● **Exercise details**
The answer must consist of every line from the entries below that contains the word "judge".

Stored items
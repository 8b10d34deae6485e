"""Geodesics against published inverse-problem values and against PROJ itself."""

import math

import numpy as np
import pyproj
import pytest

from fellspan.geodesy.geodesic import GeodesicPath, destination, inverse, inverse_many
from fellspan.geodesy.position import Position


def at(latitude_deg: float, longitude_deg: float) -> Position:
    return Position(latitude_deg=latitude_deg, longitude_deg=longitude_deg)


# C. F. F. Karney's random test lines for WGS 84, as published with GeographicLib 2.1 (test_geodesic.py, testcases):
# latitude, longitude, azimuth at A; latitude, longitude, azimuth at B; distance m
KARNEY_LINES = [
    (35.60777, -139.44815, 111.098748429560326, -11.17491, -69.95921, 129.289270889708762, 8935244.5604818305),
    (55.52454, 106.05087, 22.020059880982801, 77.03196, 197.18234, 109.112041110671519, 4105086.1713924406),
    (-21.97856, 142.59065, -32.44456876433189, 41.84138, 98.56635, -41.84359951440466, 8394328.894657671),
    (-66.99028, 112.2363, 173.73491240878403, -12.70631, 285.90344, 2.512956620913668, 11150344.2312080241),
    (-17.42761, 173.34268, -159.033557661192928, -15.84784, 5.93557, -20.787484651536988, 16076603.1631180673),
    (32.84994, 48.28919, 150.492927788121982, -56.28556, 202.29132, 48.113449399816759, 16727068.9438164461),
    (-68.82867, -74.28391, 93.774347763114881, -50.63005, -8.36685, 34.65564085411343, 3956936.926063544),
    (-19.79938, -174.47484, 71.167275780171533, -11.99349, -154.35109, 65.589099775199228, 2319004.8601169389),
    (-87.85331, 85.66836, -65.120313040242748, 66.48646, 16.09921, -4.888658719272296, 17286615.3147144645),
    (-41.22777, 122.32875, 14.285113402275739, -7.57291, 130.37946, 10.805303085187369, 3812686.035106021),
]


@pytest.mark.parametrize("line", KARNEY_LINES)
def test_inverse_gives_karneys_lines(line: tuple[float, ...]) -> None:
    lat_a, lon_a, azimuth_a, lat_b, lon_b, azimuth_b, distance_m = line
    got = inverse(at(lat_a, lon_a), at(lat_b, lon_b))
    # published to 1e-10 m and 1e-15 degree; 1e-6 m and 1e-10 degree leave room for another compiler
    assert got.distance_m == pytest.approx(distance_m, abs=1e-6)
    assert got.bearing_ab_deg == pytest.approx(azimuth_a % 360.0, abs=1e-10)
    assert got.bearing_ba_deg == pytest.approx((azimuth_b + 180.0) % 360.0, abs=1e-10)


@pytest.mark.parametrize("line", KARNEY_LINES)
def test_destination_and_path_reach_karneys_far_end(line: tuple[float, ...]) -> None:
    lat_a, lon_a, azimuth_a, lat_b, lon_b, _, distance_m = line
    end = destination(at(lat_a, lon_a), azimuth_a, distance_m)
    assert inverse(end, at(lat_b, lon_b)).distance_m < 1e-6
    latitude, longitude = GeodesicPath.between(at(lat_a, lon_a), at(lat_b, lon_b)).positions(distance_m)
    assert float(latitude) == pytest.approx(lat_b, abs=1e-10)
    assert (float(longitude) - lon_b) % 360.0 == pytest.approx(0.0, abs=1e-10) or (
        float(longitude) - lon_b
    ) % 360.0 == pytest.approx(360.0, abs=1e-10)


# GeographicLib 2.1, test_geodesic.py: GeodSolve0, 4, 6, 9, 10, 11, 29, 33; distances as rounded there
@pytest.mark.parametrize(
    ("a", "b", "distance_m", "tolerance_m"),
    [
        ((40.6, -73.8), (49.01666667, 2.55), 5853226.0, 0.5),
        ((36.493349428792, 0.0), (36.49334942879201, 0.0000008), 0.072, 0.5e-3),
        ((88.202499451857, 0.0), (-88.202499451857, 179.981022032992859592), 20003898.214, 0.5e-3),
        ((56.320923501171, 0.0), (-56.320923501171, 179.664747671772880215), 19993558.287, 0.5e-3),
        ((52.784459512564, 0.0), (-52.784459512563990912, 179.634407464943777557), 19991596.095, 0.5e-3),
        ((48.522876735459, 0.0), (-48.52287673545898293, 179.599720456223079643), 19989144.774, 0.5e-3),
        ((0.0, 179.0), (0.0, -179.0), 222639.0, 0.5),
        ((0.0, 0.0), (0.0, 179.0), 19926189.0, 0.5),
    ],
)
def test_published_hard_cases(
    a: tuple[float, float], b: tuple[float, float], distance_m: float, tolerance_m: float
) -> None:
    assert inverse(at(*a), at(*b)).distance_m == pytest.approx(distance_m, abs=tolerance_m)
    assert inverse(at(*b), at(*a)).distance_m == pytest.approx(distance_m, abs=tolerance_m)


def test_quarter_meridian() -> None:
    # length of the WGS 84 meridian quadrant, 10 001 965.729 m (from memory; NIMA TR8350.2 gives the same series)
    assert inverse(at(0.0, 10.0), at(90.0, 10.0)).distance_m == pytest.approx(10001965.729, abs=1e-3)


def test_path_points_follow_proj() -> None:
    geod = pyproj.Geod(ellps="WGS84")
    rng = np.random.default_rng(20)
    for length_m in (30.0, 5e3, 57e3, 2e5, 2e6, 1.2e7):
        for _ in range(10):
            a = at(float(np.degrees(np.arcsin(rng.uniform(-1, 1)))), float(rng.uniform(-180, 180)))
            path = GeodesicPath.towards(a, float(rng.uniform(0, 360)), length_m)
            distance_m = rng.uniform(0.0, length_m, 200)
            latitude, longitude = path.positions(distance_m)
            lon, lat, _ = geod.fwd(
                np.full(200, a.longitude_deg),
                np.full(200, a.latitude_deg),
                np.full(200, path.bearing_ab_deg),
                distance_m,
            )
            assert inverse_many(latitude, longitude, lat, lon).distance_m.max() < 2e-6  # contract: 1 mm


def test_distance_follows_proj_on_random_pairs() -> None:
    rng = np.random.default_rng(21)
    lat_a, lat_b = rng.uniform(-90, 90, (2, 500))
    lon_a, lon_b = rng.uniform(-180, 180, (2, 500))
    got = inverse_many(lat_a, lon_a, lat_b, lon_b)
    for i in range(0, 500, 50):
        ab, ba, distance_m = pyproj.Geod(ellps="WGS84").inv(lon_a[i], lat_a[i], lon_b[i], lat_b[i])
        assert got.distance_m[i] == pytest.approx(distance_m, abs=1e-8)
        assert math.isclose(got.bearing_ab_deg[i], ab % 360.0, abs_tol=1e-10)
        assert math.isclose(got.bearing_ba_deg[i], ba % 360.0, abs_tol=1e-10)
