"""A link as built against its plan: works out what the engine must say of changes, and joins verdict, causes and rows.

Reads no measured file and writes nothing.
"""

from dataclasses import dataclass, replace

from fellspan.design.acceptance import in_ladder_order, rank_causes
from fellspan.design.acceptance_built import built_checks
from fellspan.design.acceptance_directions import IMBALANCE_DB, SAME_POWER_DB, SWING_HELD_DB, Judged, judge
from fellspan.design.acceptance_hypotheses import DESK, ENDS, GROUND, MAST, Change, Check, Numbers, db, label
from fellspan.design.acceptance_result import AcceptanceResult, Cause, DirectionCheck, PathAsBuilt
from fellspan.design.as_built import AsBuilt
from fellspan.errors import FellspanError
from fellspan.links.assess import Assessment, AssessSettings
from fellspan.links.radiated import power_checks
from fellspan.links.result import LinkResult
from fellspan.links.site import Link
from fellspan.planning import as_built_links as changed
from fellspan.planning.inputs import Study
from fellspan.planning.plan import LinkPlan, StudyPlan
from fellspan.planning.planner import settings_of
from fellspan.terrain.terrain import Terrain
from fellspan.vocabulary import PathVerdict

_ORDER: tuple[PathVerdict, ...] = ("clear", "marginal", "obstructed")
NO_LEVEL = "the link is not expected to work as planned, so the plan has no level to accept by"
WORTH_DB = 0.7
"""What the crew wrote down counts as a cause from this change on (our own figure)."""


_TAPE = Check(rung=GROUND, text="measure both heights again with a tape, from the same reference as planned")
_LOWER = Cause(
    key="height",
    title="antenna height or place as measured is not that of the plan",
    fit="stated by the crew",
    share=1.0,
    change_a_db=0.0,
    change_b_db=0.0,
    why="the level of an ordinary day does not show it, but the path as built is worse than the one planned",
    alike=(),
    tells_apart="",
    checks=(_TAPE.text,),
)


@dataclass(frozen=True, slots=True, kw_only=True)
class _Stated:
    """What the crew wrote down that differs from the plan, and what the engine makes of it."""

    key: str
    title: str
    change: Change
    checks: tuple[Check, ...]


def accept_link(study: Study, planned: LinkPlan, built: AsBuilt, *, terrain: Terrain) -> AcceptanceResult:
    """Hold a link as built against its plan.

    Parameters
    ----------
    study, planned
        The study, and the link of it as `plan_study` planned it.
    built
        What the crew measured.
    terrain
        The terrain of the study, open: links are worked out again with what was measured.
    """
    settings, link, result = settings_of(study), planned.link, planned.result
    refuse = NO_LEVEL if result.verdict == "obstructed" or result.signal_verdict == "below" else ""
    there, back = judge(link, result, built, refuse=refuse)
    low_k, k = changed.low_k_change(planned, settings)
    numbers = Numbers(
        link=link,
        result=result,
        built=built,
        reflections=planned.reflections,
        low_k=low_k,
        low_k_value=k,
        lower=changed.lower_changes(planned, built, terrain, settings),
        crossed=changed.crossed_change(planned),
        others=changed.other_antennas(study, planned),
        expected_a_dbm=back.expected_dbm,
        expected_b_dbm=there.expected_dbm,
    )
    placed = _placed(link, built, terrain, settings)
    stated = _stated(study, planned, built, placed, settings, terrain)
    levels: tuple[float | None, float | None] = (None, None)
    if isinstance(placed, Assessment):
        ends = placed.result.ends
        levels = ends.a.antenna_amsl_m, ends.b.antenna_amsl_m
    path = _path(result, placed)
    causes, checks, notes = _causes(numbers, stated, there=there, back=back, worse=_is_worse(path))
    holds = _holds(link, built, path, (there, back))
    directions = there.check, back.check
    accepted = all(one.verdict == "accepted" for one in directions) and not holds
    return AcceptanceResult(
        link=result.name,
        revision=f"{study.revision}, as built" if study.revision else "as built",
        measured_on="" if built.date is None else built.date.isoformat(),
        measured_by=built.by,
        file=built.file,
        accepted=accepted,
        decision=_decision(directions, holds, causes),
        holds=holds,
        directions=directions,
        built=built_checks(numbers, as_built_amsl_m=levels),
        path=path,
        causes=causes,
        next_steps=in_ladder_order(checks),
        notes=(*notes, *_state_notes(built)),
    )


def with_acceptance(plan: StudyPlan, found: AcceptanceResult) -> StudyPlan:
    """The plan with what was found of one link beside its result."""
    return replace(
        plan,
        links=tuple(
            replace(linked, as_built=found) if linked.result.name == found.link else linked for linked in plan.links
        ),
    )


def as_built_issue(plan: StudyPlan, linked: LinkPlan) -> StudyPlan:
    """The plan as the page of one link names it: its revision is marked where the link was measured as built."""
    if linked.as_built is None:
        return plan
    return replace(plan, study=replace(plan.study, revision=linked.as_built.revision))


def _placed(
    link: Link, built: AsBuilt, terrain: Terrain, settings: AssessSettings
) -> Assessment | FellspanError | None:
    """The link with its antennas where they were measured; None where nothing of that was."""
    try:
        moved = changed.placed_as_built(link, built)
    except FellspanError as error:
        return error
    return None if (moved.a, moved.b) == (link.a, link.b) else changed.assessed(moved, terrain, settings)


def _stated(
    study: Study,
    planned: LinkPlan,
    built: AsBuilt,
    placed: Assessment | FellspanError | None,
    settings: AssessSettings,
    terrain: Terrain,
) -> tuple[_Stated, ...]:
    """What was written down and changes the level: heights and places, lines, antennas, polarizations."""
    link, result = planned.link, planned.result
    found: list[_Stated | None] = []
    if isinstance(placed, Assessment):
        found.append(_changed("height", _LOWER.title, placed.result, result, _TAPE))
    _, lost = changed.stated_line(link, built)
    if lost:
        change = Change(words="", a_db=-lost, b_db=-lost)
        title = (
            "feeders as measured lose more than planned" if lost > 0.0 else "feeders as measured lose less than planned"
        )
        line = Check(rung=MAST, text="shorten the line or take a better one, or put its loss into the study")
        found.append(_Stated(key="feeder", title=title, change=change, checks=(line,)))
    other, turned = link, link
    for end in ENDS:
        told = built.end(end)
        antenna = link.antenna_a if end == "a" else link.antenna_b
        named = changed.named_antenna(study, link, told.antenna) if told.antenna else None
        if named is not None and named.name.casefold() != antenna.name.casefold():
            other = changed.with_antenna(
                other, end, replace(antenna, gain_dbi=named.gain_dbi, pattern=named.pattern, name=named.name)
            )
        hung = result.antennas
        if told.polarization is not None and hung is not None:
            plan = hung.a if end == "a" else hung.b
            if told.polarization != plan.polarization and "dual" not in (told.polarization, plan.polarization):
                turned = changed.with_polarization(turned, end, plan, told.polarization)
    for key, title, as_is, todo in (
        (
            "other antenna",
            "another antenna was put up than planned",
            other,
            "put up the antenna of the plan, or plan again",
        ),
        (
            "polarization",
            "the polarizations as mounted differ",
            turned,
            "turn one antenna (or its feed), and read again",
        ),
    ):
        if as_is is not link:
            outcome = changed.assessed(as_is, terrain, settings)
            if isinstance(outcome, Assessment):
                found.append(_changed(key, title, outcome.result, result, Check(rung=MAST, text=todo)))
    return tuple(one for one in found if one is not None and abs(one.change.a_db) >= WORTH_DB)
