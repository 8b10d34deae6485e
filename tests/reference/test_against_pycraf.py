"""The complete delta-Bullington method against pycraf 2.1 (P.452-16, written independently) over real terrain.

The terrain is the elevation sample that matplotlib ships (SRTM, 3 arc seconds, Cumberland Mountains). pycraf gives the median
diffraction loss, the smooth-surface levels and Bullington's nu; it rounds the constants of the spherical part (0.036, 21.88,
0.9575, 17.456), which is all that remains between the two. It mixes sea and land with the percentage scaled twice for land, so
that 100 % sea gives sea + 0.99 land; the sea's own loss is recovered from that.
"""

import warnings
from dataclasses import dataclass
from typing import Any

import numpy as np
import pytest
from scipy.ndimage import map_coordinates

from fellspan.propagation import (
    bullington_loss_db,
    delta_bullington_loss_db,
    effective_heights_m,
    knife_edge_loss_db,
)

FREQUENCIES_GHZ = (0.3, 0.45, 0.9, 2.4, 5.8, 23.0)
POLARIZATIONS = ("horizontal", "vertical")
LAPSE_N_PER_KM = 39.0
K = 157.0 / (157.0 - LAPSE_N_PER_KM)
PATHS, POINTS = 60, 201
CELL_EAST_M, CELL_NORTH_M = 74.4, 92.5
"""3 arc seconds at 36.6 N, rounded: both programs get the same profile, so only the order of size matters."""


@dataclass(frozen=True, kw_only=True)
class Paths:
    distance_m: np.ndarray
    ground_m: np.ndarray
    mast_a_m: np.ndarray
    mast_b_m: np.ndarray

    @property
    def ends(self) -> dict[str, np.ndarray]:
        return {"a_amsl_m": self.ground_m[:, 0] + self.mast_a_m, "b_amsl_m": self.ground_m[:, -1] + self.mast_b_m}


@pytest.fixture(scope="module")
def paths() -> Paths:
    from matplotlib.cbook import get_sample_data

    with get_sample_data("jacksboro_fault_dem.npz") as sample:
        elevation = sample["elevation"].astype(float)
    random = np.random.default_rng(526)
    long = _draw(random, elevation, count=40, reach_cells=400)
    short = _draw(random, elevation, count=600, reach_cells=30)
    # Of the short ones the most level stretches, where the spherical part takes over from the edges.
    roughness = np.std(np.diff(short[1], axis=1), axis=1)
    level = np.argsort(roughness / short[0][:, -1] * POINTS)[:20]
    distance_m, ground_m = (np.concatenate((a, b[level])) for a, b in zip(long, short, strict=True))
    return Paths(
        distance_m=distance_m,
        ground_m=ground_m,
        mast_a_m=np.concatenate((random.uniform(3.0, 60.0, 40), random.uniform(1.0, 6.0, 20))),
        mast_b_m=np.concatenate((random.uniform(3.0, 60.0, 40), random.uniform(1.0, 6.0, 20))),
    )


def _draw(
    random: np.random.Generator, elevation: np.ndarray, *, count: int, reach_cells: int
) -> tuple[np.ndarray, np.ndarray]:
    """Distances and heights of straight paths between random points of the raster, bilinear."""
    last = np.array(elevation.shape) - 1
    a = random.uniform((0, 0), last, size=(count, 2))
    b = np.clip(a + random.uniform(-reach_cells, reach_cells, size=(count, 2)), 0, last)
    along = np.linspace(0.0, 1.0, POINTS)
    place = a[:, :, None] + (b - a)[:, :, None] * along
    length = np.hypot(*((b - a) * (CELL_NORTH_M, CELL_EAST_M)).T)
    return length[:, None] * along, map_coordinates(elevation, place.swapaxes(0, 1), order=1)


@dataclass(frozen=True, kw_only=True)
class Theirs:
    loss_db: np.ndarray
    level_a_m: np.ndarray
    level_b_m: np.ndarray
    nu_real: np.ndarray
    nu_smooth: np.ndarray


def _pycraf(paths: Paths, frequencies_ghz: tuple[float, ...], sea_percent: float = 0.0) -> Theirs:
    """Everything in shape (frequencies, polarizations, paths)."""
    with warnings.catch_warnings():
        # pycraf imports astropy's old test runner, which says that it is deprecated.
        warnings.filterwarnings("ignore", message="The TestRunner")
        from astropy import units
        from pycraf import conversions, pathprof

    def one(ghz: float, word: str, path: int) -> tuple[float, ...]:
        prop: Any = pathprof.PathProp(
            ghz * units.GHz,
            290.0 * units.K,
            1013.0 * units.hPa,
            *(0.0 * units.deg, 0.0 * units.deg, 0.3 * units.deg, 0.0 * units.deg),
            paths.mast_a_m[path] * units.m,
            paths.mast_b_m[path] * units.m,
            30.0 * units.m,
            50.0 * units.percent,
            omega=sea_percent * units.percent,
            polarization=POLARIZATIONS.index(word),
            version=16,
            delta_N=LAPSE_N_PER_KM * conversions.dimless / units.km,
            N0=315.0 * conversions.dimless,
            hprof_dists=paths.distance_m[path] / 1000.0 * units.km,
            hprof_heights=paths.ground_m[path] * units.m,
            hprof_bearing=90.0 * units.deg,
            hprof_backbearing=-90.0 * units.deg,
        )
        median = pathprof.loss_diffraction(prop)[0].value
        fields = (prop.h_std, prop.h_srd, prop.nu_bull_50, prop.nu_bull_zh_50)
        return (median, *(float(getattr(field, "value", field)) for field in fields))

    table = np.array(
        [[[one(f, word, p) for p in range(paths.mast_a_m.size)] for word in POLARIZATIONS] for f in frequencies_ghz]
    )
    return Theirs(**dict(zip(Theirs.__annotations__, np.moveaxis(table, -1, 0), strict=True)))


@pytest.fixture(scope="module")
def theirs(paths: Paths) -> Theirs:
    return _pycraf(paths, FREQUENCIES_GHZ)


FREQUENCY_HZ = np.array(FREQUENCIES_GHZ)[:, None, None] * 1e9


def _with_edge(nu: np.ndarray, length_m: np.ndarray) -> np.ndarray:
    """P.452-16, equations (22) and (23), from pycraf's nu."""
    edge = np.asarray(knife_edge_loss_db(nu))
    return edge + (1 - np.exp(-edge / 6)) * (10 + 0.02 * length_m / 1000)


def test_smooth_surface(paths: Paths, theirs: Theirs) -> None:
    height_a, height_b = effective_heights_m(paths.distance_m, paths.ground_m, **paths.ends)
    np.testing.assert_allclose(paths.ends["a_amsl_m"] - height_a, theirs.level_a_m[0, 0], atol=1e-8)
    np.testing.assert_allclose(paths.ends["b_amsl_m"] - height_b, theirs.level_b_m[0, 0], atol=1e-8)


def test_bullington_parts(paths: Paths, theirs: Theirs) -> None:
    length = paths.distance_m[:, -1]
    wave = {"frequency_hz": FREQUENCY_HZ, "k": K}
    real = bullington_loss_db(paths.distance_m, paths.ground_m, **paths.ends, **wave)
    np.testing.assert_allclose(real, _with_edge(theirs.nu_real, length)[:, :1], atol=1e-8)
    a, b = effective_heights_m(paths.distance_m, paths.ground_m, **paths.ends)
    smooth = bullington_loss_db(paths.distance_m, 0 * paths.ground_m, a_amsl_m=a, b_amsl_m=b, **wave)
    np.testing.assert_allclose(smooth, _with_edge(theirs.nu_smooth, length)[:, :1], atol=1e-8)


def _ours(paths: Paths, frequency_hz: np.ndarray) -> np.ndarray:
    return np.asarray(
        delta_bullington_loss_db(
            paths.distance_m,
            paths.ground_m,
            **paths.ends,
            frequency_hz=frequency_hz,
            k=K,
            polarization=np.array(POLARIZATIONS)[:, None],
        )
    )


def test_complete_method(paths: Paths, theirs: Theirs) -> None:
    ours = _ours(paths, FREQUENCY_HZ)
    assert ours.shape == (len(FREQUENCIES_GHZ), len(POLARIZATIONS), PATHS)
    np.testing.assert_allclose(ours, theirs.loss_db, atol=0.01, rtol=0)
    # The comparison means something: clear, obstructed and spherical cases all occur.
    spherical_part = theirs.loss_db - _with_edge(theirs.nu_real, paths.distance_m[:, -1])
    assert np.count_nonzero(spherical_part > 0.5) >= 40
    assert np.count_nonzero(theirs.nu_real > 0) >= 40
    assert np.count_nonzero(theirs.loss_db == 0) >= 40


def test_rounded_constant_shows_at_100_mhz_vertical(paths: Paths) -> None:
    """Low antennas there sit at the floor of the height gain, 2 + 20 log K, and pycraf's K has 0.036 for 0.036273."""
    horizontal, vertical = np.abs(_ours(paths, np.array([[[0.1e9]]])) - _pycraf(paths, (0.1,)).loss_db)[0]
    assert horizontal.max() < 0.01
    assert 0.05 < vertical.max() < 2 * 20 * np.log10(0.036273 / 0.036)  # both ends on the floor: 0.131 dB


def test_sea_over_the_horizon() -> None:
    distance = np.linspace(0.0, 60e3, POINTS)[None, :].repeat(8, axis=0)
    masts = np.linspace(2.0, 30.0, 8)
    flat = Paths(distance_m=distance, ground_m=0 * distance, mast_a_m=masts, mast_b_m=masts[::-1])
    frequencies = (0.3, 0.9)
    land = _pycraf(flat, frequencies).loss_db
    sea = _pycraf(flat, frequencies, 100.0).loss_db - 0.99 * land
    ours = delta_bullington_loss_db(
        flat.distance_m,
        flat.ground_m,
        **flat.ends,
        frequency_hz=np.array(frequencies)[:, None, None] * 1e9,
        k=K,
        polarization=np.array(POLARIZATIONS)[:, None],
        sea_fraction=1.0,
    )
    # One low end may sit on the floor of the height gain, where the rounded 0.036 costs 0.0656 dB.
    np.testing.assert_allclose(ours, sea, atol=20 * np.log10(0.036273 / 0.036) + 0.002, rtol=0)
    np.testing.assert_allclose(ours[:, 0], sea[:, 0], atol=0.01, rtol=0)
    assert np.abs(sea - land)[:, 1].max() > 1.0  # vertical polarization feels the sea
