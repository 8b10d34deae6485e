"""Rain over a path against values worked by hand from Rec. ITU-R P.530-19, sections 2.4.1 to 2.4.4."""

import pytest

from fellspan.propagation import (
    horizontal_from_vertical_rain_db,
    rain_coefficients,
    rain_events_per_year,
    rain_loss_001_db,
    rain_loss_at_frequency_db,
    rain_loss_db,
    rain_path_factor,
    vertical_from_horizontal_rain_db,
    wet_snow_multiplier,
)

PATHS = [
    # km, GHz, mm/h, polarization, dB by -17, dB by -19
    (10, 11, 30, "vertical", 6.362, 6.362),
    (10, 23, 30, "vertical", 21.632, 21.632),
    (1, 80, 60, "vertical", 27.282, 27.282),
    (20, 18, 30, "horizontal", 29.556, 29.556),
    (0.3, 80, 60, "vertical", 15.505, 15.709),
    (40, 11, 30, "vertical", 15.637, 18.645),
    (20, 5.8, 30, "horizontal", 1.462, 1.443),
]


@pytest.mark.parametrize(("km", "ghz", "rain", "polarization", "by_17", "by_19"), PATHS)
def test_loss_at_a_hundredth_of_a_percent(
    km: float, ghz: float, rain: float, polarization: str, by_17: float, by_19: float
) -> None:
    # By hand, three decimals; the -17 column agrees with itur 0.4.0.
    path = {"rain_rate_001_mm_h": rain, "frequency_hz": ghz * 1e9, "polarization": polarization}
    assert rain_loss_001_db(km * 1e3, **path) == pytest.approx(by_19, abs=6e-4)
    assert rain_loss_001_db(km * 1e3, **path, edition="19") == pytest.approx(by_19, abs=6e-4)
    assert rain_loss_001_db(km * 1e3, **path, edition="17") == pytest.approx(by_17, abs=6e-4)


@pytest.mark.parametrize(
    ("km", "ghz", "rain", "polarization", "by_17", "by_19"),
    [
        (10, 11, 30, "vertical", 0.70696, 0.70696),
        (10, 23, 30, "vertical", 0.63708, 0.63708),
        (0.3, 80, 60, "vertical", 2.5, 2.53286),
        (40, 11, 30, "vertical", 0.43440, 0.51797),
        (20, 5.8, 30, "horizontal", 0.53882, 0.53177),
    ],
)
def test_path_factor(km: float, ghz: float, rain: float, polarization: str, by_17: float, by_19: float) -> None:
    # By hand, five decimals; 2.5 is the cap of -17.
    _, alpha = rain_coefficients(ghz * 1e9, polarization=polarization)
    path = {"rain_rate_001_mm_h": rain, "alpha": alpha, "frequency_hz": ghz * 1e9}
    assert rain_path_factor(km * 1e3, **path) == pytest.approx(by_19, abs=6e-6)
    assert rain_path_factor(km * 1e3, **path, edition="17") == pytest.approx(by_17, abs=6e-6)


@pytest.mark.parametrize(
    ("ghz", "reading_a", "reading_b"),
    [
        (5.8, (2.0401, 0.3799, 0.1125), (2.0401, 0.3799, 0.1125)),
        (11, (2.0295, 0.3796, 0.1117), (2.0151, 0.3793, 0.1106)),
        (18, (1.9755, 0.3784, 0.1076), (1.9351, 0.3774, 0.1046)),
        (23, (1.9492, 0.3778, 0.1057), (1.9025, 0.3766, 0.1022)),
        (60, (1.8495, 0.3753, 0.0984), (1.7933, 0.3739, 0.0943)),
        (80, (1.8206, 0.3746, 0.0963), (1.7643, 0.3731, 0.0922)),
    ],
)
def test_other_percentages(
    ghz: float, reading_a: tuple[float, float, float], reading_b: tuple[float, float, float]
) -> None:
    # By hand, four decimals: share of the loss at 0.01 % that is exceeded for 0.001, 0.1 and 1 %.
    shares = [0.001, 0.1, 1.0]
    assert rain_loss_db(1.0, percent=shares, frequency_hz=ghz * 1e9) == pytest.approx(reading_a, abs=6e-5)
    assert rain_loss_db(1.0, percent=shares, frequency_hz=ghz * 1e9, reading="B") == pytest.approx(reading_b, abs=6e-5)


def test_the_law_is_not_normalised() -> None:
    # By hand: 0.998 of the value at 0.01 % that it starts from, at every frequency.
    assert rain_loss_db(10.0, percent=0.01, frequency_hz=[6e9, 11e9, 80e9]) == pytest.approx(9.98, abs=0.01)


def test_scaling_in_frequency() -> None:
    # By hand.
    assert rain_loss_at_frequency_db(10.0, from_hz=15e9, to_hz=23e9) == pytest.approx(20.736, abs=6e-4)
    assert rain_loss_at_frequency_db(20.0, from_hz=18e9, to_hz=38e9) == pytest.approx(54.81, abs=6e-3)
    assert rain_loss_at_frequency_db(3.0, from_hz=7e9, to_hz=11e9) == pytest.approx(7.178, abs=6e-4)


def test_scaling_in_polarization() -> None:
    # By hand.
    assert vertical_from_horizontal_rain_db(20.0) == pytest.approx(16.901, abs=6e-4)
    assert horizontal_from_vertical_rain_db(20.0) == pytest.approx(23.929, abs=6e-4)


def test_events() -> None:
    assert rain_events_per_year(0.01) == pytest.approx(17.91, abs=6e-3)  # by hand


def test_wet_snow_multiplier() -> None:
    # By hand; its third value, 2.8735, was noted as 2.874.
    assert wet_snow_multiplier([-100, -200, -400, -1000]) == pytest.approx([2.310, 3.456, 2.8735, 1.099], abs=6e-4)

● **Exercise response**
from fellspan.design.acceptance_directions import IMBALANCE_DB, SAME_POWER_DB, SWING_HELD_DB, Judged, judge
    there, back = judge(link, result, built, refuse=refuse)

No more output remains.